Bitcoin Whipsaw Triggers Rare Split Liquidation Across Bulls and Bears

Crypto markets delivered another sharp reminder of the dangers of leverage over the past 24 hours, as violent price swings triggered more than $625 million in forced liquidations and punished traders on both sides of the market.

According to CoinGlass, roughly 150,000 traders were pushed out of positions, with liquidations split nearly evenly between longs and shorts. About $306 million in bullish bets were wiped out, while approximately $319 million in short positions were liquidated — a rare balance that highlighted how abruptly prices reversed during the session.
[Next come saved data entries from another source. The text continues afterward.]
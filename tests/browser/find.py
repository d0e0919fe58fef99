"""Find Chrome or Chromium, or install it and say so.

`python tests/browser/find.py` prints its path; with `--install` a missing one is installed where
this machine's package manager can do it.
"""

from __future__ import annotations

import os
import shutil
import subprocess
import sys
from pathlib import Path

NAMES = ("chromium", "chromium-browser", "google-chrome", "google-chrome-stable", "chrome", "msedge")
PLACES = (
    "/Applications/Google Chrome.app/Contents/MacOS/Google Chrome",
    "/Applications/Chromium.app/Contents/MacOS/Chromium",
    r"C:\Program Files\Google\Chrome\Application\chrome.exe",
    r"C:\Program Files (x86)\Microsoft\Edge\Application\msedge.exe",
)
INSTALLERS = (
    ("apt-get", [["apt-get", "update", "-qq"], ["apt-get", "install", "-y", "-qq", "--no-install-recommends", "chromium"]]),
    ("dnf", [["dnf", "install", "-y", "-q", "chromium"]]),
    ("apk", [["apk", "add", "--quiet", "chromium"]]),
)


def chromium() -> str | None:
    """The path of a Chrome or Chromium, CHROME_PATH first; None where there is none."""
    named = os.environ.get("CHROME_PATH")
    if named and Path(named).exists():
        return named
    found = next((path for name in NAMES if (path := shutil.which(name))), None)
    return found or next((place for place in PLACES if Path(place).exists()), None)


def install() -> str | None:
    """Install one by the machine's package manager, saying so; its path, None where that failed."""
    for manager, commands in INSTALLERS:
        if shutil.which(manager) is None:
            continue
        print(f"No Chrome or Chromium here: installing chromium with {manager} ...", flush=True)
        prefix = [] if os.geteuid() == 0 else ["sudo", "-n"]
        environment = {**os.environ, "DEBIAN_FRONTEND": "noninteractive"}
        if all(subprocess.run([*prefix, *command], check=False, env=environment).returncode == 0 for command in commands):
            return chromium()
    return None


def main(arguments: list[str]) -> int:
    found = chromium() or (install() if "--install" in arguments else None)
    if found is None:
        print("No Chrome or Chromium found. Install one, or set CHROME_PATH to it.", file=sys.stderr)
        return 1
    print(f"Browser: {found}")
    return 0


if __name__ == "__main__":
    sys.exit(main(sys.argv[1:]))
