import { and, eq } from "drizzle-orm";
import { v7 as uuidv7 } from "uuid";
import type { Db } from "../../db/client";
import { inTransaction } from "../../db/retry";
import { yards } from "../../db/schema/carriers";
import { type Clock, systemClock } from "../../services/clock";
import type { Actor } from "../actor";
import { writeChanges } from "../feed";
import { ok, type Result, refuse } from "../refusals";
import { Refused } from "../refused";
import { writeSetupAudit } from "../trucks/setup-audit";
import { holdYardNames, nameIsTaken } from "./read-yards";
import { readElevation, type YardInput } from "./yard-input";

/** A form sent twice is one yard. */
class SentBefore extends Error {
  constructor(readonly id: string) {
    super("sent before");
  }
}

/** The carrier's yard of that name, if all else of it is as typed too. */
async function sameYard(
  tx: Db,
  typed: Omit<typeof yards.$inferSelect, "id" | "createdAt">,
): Promise<{ id: string } | null> {
  const [known] = await tx
    .select()
    .from(yards)
    .where(and(eq(yards.carrierId, typed.carrierId), eq(yards.name, typed.name)));
  if (!known) return null;
  const { id, createdAt: _, ...stored } = known;
  const keys = Object.keys(stored) as (keyof typeof stored)[];
  return keys.every((key) => stored[key] === typed[key]) ? { id } : null;
}

/** A place where trucks sleep. */
export async function addYard(
  db: Db,
  actor: Actor,
  input: YardInput,
  clock: Clock = systemClock,
): Promise<Result<{ id: string }>> {
  const { carrierId } = actor;
  const elevation = readElevation(input, null);
  if (!elevation.ok) return refuse("invalid", { fields: [elevation.fault] });
  const id = uuidv7();
  const now = clock.now();
  const { name, zone, phone, winter, shopOpens } = input;
  const row = { name, zone, phone, winter, elevationM: elevation.elevationM };
  try {
    await inTransaction(db, async (tx) => {
      await holdYardNames(tx, carrierId);
      const before = await sameYard(tx, { ...row, carrierId, shopOpensMinute: shopOpens });
      if (before) throw new SentBefore(before.id);
      if (await nameIsTaken(tx, carrierId, name, null)) {
        const fields = [{ pointer: "/name", code: "yard-name-taken" }];
        throw new Refused(refuse("invalid", { fields }).refusal);
      }
      await tx
        .insert(yards)
        .values({ ...row, carrierId, id, shopOpensMinute: shopOpens, createdAt: now });
      await writeSetupAudit(tx, actor, now, "yard.add", id, row);
      await writeChanges(tx, carrierId, now, [{ kind: "yard", subjectId: id }]);
    });
  } catch (error) {
    if (error instanceof SentBefore) return ok({ id: error.id });
    if (error instanceof Refused) return { ok: false, refusal: error.refusal };
    throw error;
  }
  return ok({ id });
}
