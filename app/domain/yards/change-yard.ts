import { and, eq, exists, sql } from "drizzle-orm";
import type { Db } from "../../db/client";
import { inTransaction } from "../../db/retry";
import { yards } from "../../db/schema/carriers";
import { trucks } from "../../db/schema/trucks";
import { type Clock, systemClock } from "../../services/clock";
import type { Actor } from "../actor";
import { writeChanges } from "../feed";
import { deriveGate } from "../gate/change-truck";
import { readPolicy } from "../policy/read-policy";
import { ok, type Result, refuse } from "../refusals";
import { Refused } from "../refused";
import { writeSetupAudit } from "../trucks/setup-audit";
import { holdYardNames, nameIsTaken, readYard, thatYard } from "./read-yards";
import { readElevation, type YardInput } from "./yard-input";

/** Every truck of the yard is written before anything is read; other air means another sheet. */
async function bumpTrucks(tx: Db, carrierId: string, yardId: string, elevationM: number) {
  const here = and(eq(trucks.carrierId, carrierId), eq(trucks.yardId, yardId));
  await tx
    .update(trucks)
    .set({ gateSeq: sql`${trucks.gateSeq} + 1` })
    .where(here);
  const otherAir = tx
    .select({ one: sql`1` })
    .from(yards)
    .where(and(thatYard(carrierId, yardId), sql`abs(${yards.elevationM} - ${elevationM}) > 0.01`));
  await tx
    .update(trucks)
    .set({ setupVersion: sql`${trucks.setupVersion} + 1` })
    .where(and(here, exists(otherAir)));
}

/**
 * Changes a yard and works the standing of every truck in it out again: its clock decides on
 * dates, its height on what a pump can draw.
 */
export async function changeYard(
  db: Db,
  actor: Actor,
  input: YardInput & { yardId: string },
  clock: Clock = systemClock,
): Promise<Result<null>> {
  const { carrierId } = actor;
  const { yardId, name, zone, phone, winter, shopOpens } = input;
  const before = await readYard(db, carrierId, yardId);
  if (!before) return refuse("not-found");
  const elevation = readElevation(input, before.elevationM);
  if (!elevation.ok) return refuse("invalid", { fields: [elevation.fault] });
  const { elevationM } = elevation;
  const row = { name, zone, phone, winter, elevationM, shopOpensMinute: shopOpens };
  try {
    await inTransaction(db, async (tx) => {
      await bumpTrucks(tx, carrierId, yardId, elevationM);
      await holdYardNames(tx, carrierId);
      if (await nameIsTaken(tx, carrierId, name, yardId)) {
        const fields = [{ pointer: "/name", code: "yard-name-taken" }];
        throw new Refused(refuse("invalid", { fields }).refusal);
      }
      await tx.update(yards).set(row).where(thatYard(carrierId, yardId));
      const policy = await readPolicy(tx, carrierId);
      const now = clock.now();
      const here = await tx
        .select({ id: trucks.id })
        .from(trucks)
        .where(and(eq(trucks.carrierId, carrierId), eq(trucks.yardId, yardId)));
      const standings = [];
      for (const { id } of here) {
        const { word } = await deriveGate(tx, { carrierId, truckId: id }, policy, now);
        standings.push({ kind: "standing", truckId: id, data: { standing: word } });
      }
      await writeSetupAudit(tx, actor, now, "yard.change", yardId, { before, after: row });
      await writeChanges(tx, carrierId, now, [{ kind: "yard", subjectId: yardId }, ...standings]);
    });
  } catch (error) {
    if (error instanceof Refused) return { ok: false, refusal: error.refusal };
    throw error;
  }
  return ok(null);
}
The largest single liquidation occurred on Hyperliquid, where a $40.22 million ETH-USD position was forcibly closed. Hyperliquid also accounted for the biggest share of overall liquidations, with around $220.8 million erased on the platform. More than 72% of that total came from short positions, suggesting traders there were leaning heavily toward downside just as prices turned higher.

Major centralized exchanges also saw heavy activity. Binance recorded about $120.8 million in liquidations, largely skewed toward long positions, while Bybit posted close to $95 million, with longs again slightly outweighing shorts.

The liquidation wave coincided with sharp intraday swings in bitcoin, which briefly fell below $88,000 before rebounding toward the $90,000 level.

Those moves unfolded amid heightened macro uncertainty, driven by shifting expectations around U.S. trade policy, ongoing volatility in bond markets, and investor reaction to comments from U.S. President Donald Trump during his appearance at the World Economic Forum in Davos.

For leveraged traders, the sequence proved punishing. Early downside momentum triggered long liquidations that accelerated the decline. As prices quickly snapped back, short positions were caught offside, sparking a second wave of forced closures in the opposite direction. The result was a textbook whipsaw that left both bulls and bears nursing losses.

Two-way liquidation events like this typically emerge when markets are caught between competing narratives, with no clear trend and little room for error. In this case, fast-moving macro headlines drove rapid shifts in sentiment, while leverage amplified each move.

Looking ahead, traders will be watching whether volatility subsides or continues to flare. Until a clearer directional signal emerges, the latest liquidation episode suggests caution — rather than aggressive leverage — may be the more prudent approach.